GIVEN DATA
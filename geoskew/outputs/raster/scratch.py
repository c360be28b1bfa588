"""The work files of one layer: tiled, filled block by block in any order, with all its metadata."""

from __future__ import annotations

import math
import zlib
from collections.abc import Mapping, Sequence
from dataclasses import dataclass
from pathlib import Path
from threading import Lock
from typing import TYPE_CHECKING, Any, Final

import numpy as np
from numpy.typing import NDArray

from geoskew import __version__
from geoskew.errors import OutputError
from geoskew.layers import Layer
from geoskew.outputs.raster.overviews import TILE, halvings, levels, tile_of
from geoskew.outputs.raster.storage import CLASS_NODATA, Storage, burn
from geoskew.ramps import CLASS_COLOURS, FLAG_COLOURS

if TYPE_CHECKING:
    from geoskew.region import Grid, Window

# Values at a time that stay in the processor's cache.
_PIECE: Final = 16_384


@dataclass(frozen=True, slots=True)
class Block:
    """What is remembered of a stored block: where it lies, its checksum and the sums of its values."""

    row: int
    column: int
    height: int
    width: int
    checksum: int
    count: int
    minimum: float
    maximum: float
    mean: float
    deviation: float

    @classmethod
    def of(cls, window: Window, encoded: NDArray[Any], stored: NDArray[Any]) -> Block:
        """Measure a block; ``deviation`` is the sum of squared distances from its own mean."""
        known = encoded != CLASS_NODATA if encoded.dtype == np.uint8 else encoded == encoded
        valid = encoded if known.all() else encoded[known]
        place = (window.row, window.column, window.height, window.width, checksum(stored))
        if valid.size == 0:
            return cls(*place, 0, math.nan, math.nan, math.nan, 0.0)
        mean = float(valid.mean(dtype=np.float64))
        deviation = _squares(valid.ravel(), mean)
        return cls(*place, int(valid.size), float(valid.min()), float(valid.max()), mean, deviation)


def _squares(values: NDArray[Any], mean: float) -> float:
    """Sum of squared distances from a mean, piece by piece: large temporary arrays cost more than the sum."""
    total = 0.0
    for start in range(0, values.size, _PIECE):
        apart = values[start : start + _PIECE].astype(np.float64)
        apart -= mean
        apart *= apart
        total += float(apart.sum())
    return total


def checksum(stored: NDArray[Any]) -> int:
    """CRC-32 of the bytes of an array."""
    return zlib.crc32(np.ascontiguousarray(stored).view(np.uint8).data)


class Scratch:
    """A layer's work file, open for writing until ``close`` or ``abandon``.

    GDAL's own threads stay off: with them a full disk goes unnoticed here.
    """

    def __init__(
        self, path: Path, *, grid: Grid, layer: Layer, storage: Storage, tags: Mapping[str, str]
    ) -> None:
        self.path = path
        self.grid = grid
        self.layer = layer
        self.storage = storage
        self.blocks: list[Block] = []
        self._lock = Lock()
        self.factors = halvings(grid.rows, grid.columns)
        self._dataset = self._open(path, 1)
        self._levels = [self._open(self._level_path(factor), factor) for factor in self.factors]
        self._describe(tags)

    def _level_path(self, factor: int) -> Path:
        return self.path.with_name(f"{self.path.stem}-{factor}.tif")

    def _open(self, path: Path, factor: int) -> Any:
        """A work file of the layer, or of its overview by a factor."""
        import rasterio

        grid, storage = self.grid, self.storage
        transform = rasterio.Affine(*tuple(grid.transform)[:6]) @ rasterio.Affine.scale(factor)
        options: dict[str, Any] = {"photometric": "palette"} if self.layer.is_class and factor == 1 else {}
        return rasterio.open(
            path,
            "w",
            driver="GTiff",
            width=math.ceil(grid.columns / factor),
            height=math.ceil(grid.rows / factor),
            count=1,
            dtype=storage.dtype,
            crs=grid.crs,
            transform=transform,
            nodata=storage.nodata,
            tiled=True,
            blockxsize=tile_of(factor),
            blockysize=tile_of(factor),
            compress="ZSTD",
            zstd_level=1,
            predictor=storage.predictor,
            bigtiff="IF_SAFER",
            **options,
        )

    @property
    def has_values(self) -> bool:
        """Whether any stored cell has a value."""
        return any(block.count for block in self.blocks)

    def write(self, window: Window, encoded: NDArray[Any]) -> None:
        """Store one block of encoded values.

        Raises
        ------
        OutputError
            The array is not of the window's shape.
        """
        if encoded.shape != (window.height, window.width):
            raise OutputError(
                f"layer {self.layer.name}: a block of {window.height} x {window.width} cells came with "
                f"values of shape {encoded.shape}"
            )
        stored = burn(encoded, self.storage, self.layer)
        block = Block.of(window, encoded, stored)
        pieces = [
            burn(one, self.storage, self.layer, checked=False)
            for one in levels(encoded, self.storage, len(self.factors))
        ]
        with self._lock:
            _put(self._dataset, window.row, window.column, stored)
            for factor, dataset, piece in zip(self.factors, self._levels, pieces, strict=True):
                _put(dataset, window.row // factor, window.column // factor, piece)
            self.blocks.append(block)

    def close(self) -> None:
        """Check that every cell was stored once, add the statistics, close the file.

        Raises
        ------
        OutputError
            The windows do not cover the grid exactly, or are not aligned to tiles.
        """
        self.blocks.sort(key=lambda block: (block.row, block.column))
        _require_cover(self.blocks, self.grid.rows, self.grid.columns)
        self._dataset.update_tags(1, **statistics(self.blocks, self.grid.rows * self.grid.columns))
        for dataset in (self._dataset, *self._levels):
            dataset.close()

    def abandon(self) -> None:
        """Close the files that are still open."""
        for dataset in (self._dataset, *self._levels):
            if not dataset.closed:
                dataset.close()

    def joined(self) -> Path:
        """Of the closed work files a description that reads as one layer with its overviews."""
        from rasterio.shutil import copy

        path = self.path.with_suffix(".vrt")
        copy(self.path, path, driver="VRT")
        overviews = "".join(
            f'<Overview><SourceFilename relativeToVRT="1">{self._level_path(factor).name}</SourceFilename>'
            "<SourceBand>1</SourceBand></Overview>"
            for factor in self.factors
        )
        text = path.read_text(encoding="utf-8")
        path.write_text(text.replace("</VRTRasterBand>", f"{overviews}</VRTRasterBand>"), encoding="utf-8")
        return path

    def remove(self) -> None:
        """Remove the work files."""
        for path in (self.path, self.path.with_suffix(".vrt"), *map(self._level_path, self.factors)):
            path.unlink()

    def _describe(self, tags: Mapping[str, str]) -> None:
        """Set everything that must be in the work file before it is copied."""
        layer, dataset = self.layer, self._dataset
        dataset.set_band_description(1, layer.title)
        dataset.set_band_unit(1, layer.unit)
        dataset.update_tags(**{"TIFFTAG_SOFTWARE": f"geoskew {__version__}", **tags})
        dataset.update_tags(1, **band_tags(layer, self.storage))
        if layer.is_class:
            dataset.write_colormap(1, palette(layer))


def _put(dataset: Any, row: int, column: int, values: NDArray[Any]) -> None:
    from rasterio.windows import Window as RasterWindow

    height, width = values.shape
    dataset.write(values, 1, window=RasterWindow(column, row, width, height))


def band_tags(layer: Layer, storage: Storage) -> dict[str, str]:
    """Tags of a layer's band: name, meaning, unit, kind, rounding, and the names of classes."""
    tags = {"layer": layer.name, "meaning": layer.description, "unit": layer.unit, "kind": layer.kind}
    if layer.period:
        tags["period"] = f"{layer.period:g}"
    if not layer.is_class:
        tags["rounded_to"] = (
            f"{storage.step!r} {layer.unit}".strip() if storage.step else "not rounded (float32)"
        )
    for code, name in layer.classes or (((0, "no"), (1, "yes")) if layer.kind == "flag" else ()):
        tags[f"class_{code}"] = name
    return tags


def palette(layer: Layer) -> dict[int, tuple[int, int, int, int]]:
    """Colour table of a layer of classes; codes without a class are transparent."""
    colours = FLAG_COLOURS if layer.kind == "flag" else CLASS_COLOURS
    table = dict.fromkeys(range(256), (0, 0, 0, 0))
    for code in [code for code, _ in layer.classes] or list(colours):
        colour = colours.get(code)
        if colour is not None:
            table[code] = (int(colour[1:3], 16), int(colour[3:5], 16), int(colour[5:7], 16), 255)
    return table


def statistics(blocks: Sequence[Block], cells: int) -> dict[str, str]:
    """Exact statistics of a band under the names that GDAL reads; none for a band without values.

    Mean and deviation are combined from those of the blocks with sums that do not depend on the
    order, so that neither do the bytes.
    """
    full = [block for block in blocks if block.count]
    if not full:
        return {"STATISTICS_VALID_PERCENT": "0"}
    count = sum(block.count for block in full)
    mean = math.fsum(block.count * block.mean for block in full) / count
    deviation = math.fsum(block.deviation + block.count * (block.mean - mean) ** 2 for block in full)
    return {
        "STATISTICS_MINIMUM": f"{min(block.minimum for block in full):.14g}",
        "STATISTICS_MAXIMUM": f"{max(block.maximum for block in full):.14g}",
        "STATISTICS_MEAN": f"{mean:.14g}",
        "STATISTICS_STDDEV": f"{math.sqrt(deviation / count):.14g}",
        "STATISTICS_VALID_PERCENT": f"{100.0 * count / cells:.4g}",
    }


def _require_cover(blocks: Sequence[Block], rows: int, columns: int) -> None:
    """Every tile of the grid belongs to exactly one block, and blocks end where tiles or the grid do."""
    tiles = 0
    seen: set[tuple[int, int]] = set()
    for block in blocks:
        bottom, right = block.row + block.height, block.column + block.width
        aligned = block.row % TILE == 0 and block.column % TILE == 0
        if not aligned or (bottom % TILE and bottom != rows) or (right % TILE and right != columns):
            raise OutputError(
                f"a block at row {block.row}, column {block.column} is not aligned to {TILE} cells"
            )
        for row in range(block.row, bottom, TILE):
            seen.update((row, column) for column in range(block.column, right, TILE))
            tiles += len(range(block.column, right, TILE))
    wanted = math.ceil(rows / TILE) * math.ceil(columns / TILE)
    if tiles != wanted or len(seen) != wanted:
        raise OutputError(
            f"{len(seen)} of {wanted} tiles were computed, {tiles - len(seen)} of them more than once"
        )
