"""EIRP towards a place: elliptical beams, published contours, rasters. Arrays in, arrays out."""
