"""Elliptical beams: half-power ellipse, relative gain by a published pattern, the strongest of several.

A direction is given by its angle off the beam axis and its position angle, counter-clockwise from the
equatorial direction as seen from the satellite. EIRP at a place is the peak plus the relative gain;
distance is no part of it, it counts in the path's loss.
"""

from __future__ import annotations

from collections.abc import Callable, Sequence
from typing import Final

import numpy as np
from numpy.typing import ArrayLike, NDArray

from geoskew.errors import InputError

Array = NDArray[np.float64]

# Narrowest half-power width of the fast roll-off pattern, degrees (Resolution 553 (WRC-15), Figure 1).
FAST_ROLL_OFF_NARROWEST_DEG: Final = 0.6


def half_power_width(
    position_angle: ArrayLike, *, major_deg: float, minor_deg: float, orientation_deg: float = 0.0
) -> Array:
    """Full half-power width of an elliptical beam in the direction of a position angle.

    Parameters
    ----------
    position_angle : array_like
        Degrees, counter-clockwise from the equatorial direction seen from the satellite.
    major_deg, minor_deg : float
        Full half-power widths of the ellipse, degrees.
    orientation_deg : float, optional
        Position angle of the major axis, degrees (Radio Regulations Appendix 30A, Article 9A).

    Returns
    -------
    ndarray
        Degrees, the shape of `position_angle`: the diameter of the ellipse in that direction.

    Examples
    --------
    >>> half_power_width([0.0, 90.0], major_deg=3.2, minor_deg=1.6).round(6).tolist()
    [3.2, 1.6]
    """
    turned = np.deg2rad(np.asarray(position_angle, dtype=np.float64) - orientation_deg)
    across = np.hypot(minor_deg * np.cos(turned), major_deg * np.sin(turned))
    return np.asarray(major_deg * minor_deg / across)


def on_axis_gain(major_deg: float, minor_deg: float) -> float:
    """Gain on the axis of an elliptical beam, dBi: 44.45 − 10·log10(major·minor).

    Resolution 553 (WRC-15), Figure 1.

    Examples
    --------
    >>> round(on_axis_gain(3.2, 1.6), 3)
    37.357
    """
    return float(44.45 - 10.0 * np.log10(major_deg * minor_deg))


def gaussian_gain(off_axis: ArrayLike, width: ArrayLike) -> Array:
    """Relative gain of a Gaussian main lobe without side lobes, dB: −12·(φ/φ0)².

    Parameters
    ----------
    off_axis, width : array_like
        Angle off the axis φ and full half-power width φ0 in that direction, degrees, broadcastable.

    Examples
    --------
    >>> gaussian_gain([0.0, 1.0], 2.0).tolist()
    [-0.0, -3.0]
    """
    return -12.0 * (np.asarray(off_axis, dtype=np.float64) / np.asarray(width, dtype=np.float64)) ** 2


def appendix30_gain(off_axis: ArrayLike, width: ArrayLike) -> Array:
    """Co-polar pattern of a satellite antenna, Radio Regulations Appendix 30, Annex 5, Regions 1 and 3.

    −12·(φ/φ0)² to 1.58·φ0, −30 dB to 3.16·φ0, −(17.5 + 25·log10(φ/φ0)) beyond; dB relative to the axis.
    The floor at 0 dBi belongs to the beam, see `relative_gain`. The Annex is cited from memory.

    Examples
    --------
    >>> appendix30_gain([1.0, 4.0, 20.0], 2.0).round(2).tolist()
    [-3.0, -30.0, -42.5]
    """
    ratio = _ratio(off_axis, width)
    far = -(17.5 + 25.0 * np.log10(np.maximum(ratio, 1.0)))
    return _pieces(ratio, [(1.58, -12.0 * ratio**2), (3.16, np.full_like(ratio, -30.0)), (np.inf, far)])


def fast_roll_off_gain(
    off_axis: ArrayLike, width: ArrayLike, *, narrowest_deg: float = FAST_ROLL_OFF_NARROWEST_DEG
) -> Array:
    """Co-polar pattern with a fast roll-off in the main lobe, Resolution 553 (WRC-15), Figure 1.

    Parameters
    ----------
    off_axis, width : array_like
        Angle off the axis φ and full half-power width φ0 in that direction, degrees, broadcastable.
    narrowest_deg : float, optional
        Half-power width of the narrowest beam, degrees; a width below it has no value (NaN).

    Examples
    --------
    >>> float(fast_roll_off_gain(1.9729, 3.0597).round(2))
    -18.4
    """
    ratio = _ratio(off_axis, width)
    share = narrowest_deg / np.asarray(width, dtype=np.float64)
    shift = 0.5 * (1.0 - share)
    pieces: list[tuple[float | Array, Array]] = [
        (0.5, -12.0 * ratio**2),
        (1.45 * share + shift, -12.0 * ((ratio - shift) / share) ** 2),
        (1.45, np.full_like(ratio, -25.23)),
        (np.inf, -(22.0 + 20.0 * np.log10(np.maximum(ratio, 1.0)))),
    ]
    return np.where(share <= 1.0, _pieces(ratio, pieces), np.nan)


def cross_polar_gain(off_axis: ArrayLike, width: ArrayLike) -> Array:
    """Cross-polar pattern of a satellite antenna, Radio Regulations Appendix 30, Annex 5, Regions 1 and 3.

    −(40 + 40·log10|φ/φ0 − 1|) to 0.33·φ0 and from 1.67·φ0 on, −33 dB between; dB relative to the
    co-polar gain on the axis; floor as `relative_gain`. The Annex is cited from memory.

    Examples
    --------
    >>> cross_polar_gain([0.0, 2.0], 2.0).tolist()
    [-40.0, -33.0]
    """
    ratio = _ratio(off_axis, width)
    curve = -(40.0 + 40.0 * np.log10(np.maximum(np.abs(ratio - 1.0), 0.5)))
    return _pieces(ratio, [(0.33, curve), (1.67, np.full_like(ratio, -33.0)), (np.inf, curve)])


PATTERNS: Final[dict[str, Callable[[ArrayLike, ArrayLike], Array]]] = {
    "gaussian": gaussian_gain,
    "appendix-30": appendix30_gain,
    "fast-roll-off": fast_roll_off_gain,
}


def relative_gain(
    off_axis: ArrayLike,
    position_angle: ArrayLike,
    *,
    major_deg: float,
    minor_deg: float,
    orientation_deg: float = 0.0,
    pattern: str = "gaussian",
) -> Array:
    """Gain of an elliptical beam relative to its axis.

    Parameters
    ----------
    off_axis, position_angle : array_like
        Direction, degrees, broadcastable.
    major_deg, minor_deg, orientation_deg : float
        The half-power ellipse, degrees.
    pattern : str, optional
        One of `PATTERNS`, or "cross-polar".

    Returns
    -------
    ndarray
        dB, at most 0, beyond the half-power ellipse never below 0 dBi (minus the gain on the axis), the
        broadcast shape; NaN for NaN.

    Raises
    ------
    InputError
        For a pattern of another name, or a beam too narrow for the fast roll-off.
    """
    shapes = PATTERNS | {"cross-polar": cross_polar_gain}
    if pattern not in shapes:
        raise InputError(f"no beam pattern {pattern!r}; known are {', '.join(shapes)}")
    if pattern == "fast-roll-off" and minor_deg < FAST_ROLL_OFF_NARROWEST_DEG:
        raise InputError(
            f"beam: minor_deg {minor_deg:g} is below {FAST_ROLL_OFF_NARROWEST_DEG}, the narrowest beam of"
            ' the fast roll-off pattern; take pattern = "gaussian" or "appendix-30"'
        )
    width = half_power_width(
        position_angle, major_deg=major_deg, minor_deg=minor_deg, orientation_deg=orientation_deg
    )
    gain = shapes[pattern](off_axis, width)
    # The Annex draws its floor through the side lobes; the cross-polar dip around the axis stays.
    floor = -max(on_axis_gain(major_deg, minor_deg), 0.0)
    return np.where(_ratio(off_axis, width) > 1.0, np.maximum(gain, floor), gain)


def beam_eirp(
    off_axis: ArrayLike,
    position_angle: ArrayLike,
    *,
    peak_dbw: float,
    major_deg: float,
    minor_deg: float,
    orientation_deg: float = 0.0,
    pattern: str = "gaussian",
) -> Array:
    """EIRP of one elliptical beam, dBW: its peak plus `relative_gain`, whose arguments these are.

    Examples
    --------
    >>> float(beam_eirp(0.8, 90.0, peak_dbw=52.0, major_deg=3.2, minor_deg=1.6))
    49.0
    """
    return peak_dbw + relative_gain(
        off_axis,
        position_angle,
        major_deg=major_deg,
        minor_deg=minor_deg,
        orientation_deg=orientation_deg,
        pattern=pattern,
    )


def beam_isolation(
    off_axis: ArrayLike,
    position_angle: ArrayLike,
    *,
    major_deg: float,
    minor_deg: float,
    orientation_deg: float = 0.0,
    pattern: str = "appendix-30",
) -> Array:
    """Cross-polar isolation of an elliptical beam, dB, never negative: co-polar less cross-polar gain.

    Arguments and shapes as `relative_gain`; `pattern` is the co-polar one.

    Examples
    --------
    >>> float(beam_isolation(0.0, 0.0, major_deg=1.0, minor_deg=1.0))
    40.0
    """
    ellipse = {"major_deg": major_deg, "minor_deg": minor_deg, "orientation_deg": orientation_deg}
    co = relative_gain(off_axis, position_angle, pattern=pattern, **ellipse)
    cross = relative_gain(off_axis, position_angle, pattern="cross-polar", **ellipse)
    return np.maximum(co - cross, 0.0)


def strongest(eirps: Sequence[Array]) -> tuple[Array, NDArray[np.intp]]:
    """EIRP of the strongest of several beams at each place, and the number of that beam, 0 for the first.

    A beam without a value (NaN) serves nobody; where no beam has one the EIRP is NaN and the number −1.

    Examples
    --------
    >>> eirp, beam = strongest([np.array([50.0, np.nan]), np.array([51.0, np.nan])])
    >>> eirp.tolist(), beam.tolist()
    ([51.0, nan], [1, -1])
    """
    stack = np.stack(np.broadcast_arrays(*eirps))
    filled = np.where(np.isnan(stack), -np.inf, stack)
    best = filled.max(axis=0)
    number = np.where(np.isneginf(best), -1, filled.argmax(axis=0))
    return np.where(np.isneginf(best), np.nan, best), number


def _ratio(off_axis: ArrayLike, width: ArrayLike) -> Array:
    """Angle off the axis in half-power widths."""
    return np.abs(np.asarray(off_axis, dtype=np.float64)) / np.asarray(width, dtype=np.float64)


def _pieces(ratio: Array, pieces: Sequence[tuple[float | Array, Array]]) -> Array:
    """Value of the first piece whose upper limit the ratio does not pass; NaN for NaN."""
    conditions = [np.broadcast_to(ratio <= limit, ratio.shape) for limit, _ in pieces]
    return np.asarray(np.select(conditions, [value for _, value in pieces], default=np.nan))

ASSIGNED TASK
Copy out only the lines of the records above from the one with "90.0], major_deg=3.2, minor_deg=1.6).round(6).tolist()" through the one with "def on_axis_gain(major_deg: float, minor_deg: float)", exactly as they stand, both included.

WRITTEN RESPONSE
    >>> half_power_width([0.0, 90.0], major_deg=3.2, minor_deg=1.6).round(6).tolist()
    [3.2, 1.6]
    """
    turned = np.deg2rad(np.asarray(position_angle, dtype=np.float64) - orientation_deg)
    across = np.hypot(minor_deg * np.cos(turned), major_deg * np.sin(turned))
    return np.asarray(major_deg * minor_deg / across)


def on_axis_gain(major_deg: float, minor_deg: float) -> float:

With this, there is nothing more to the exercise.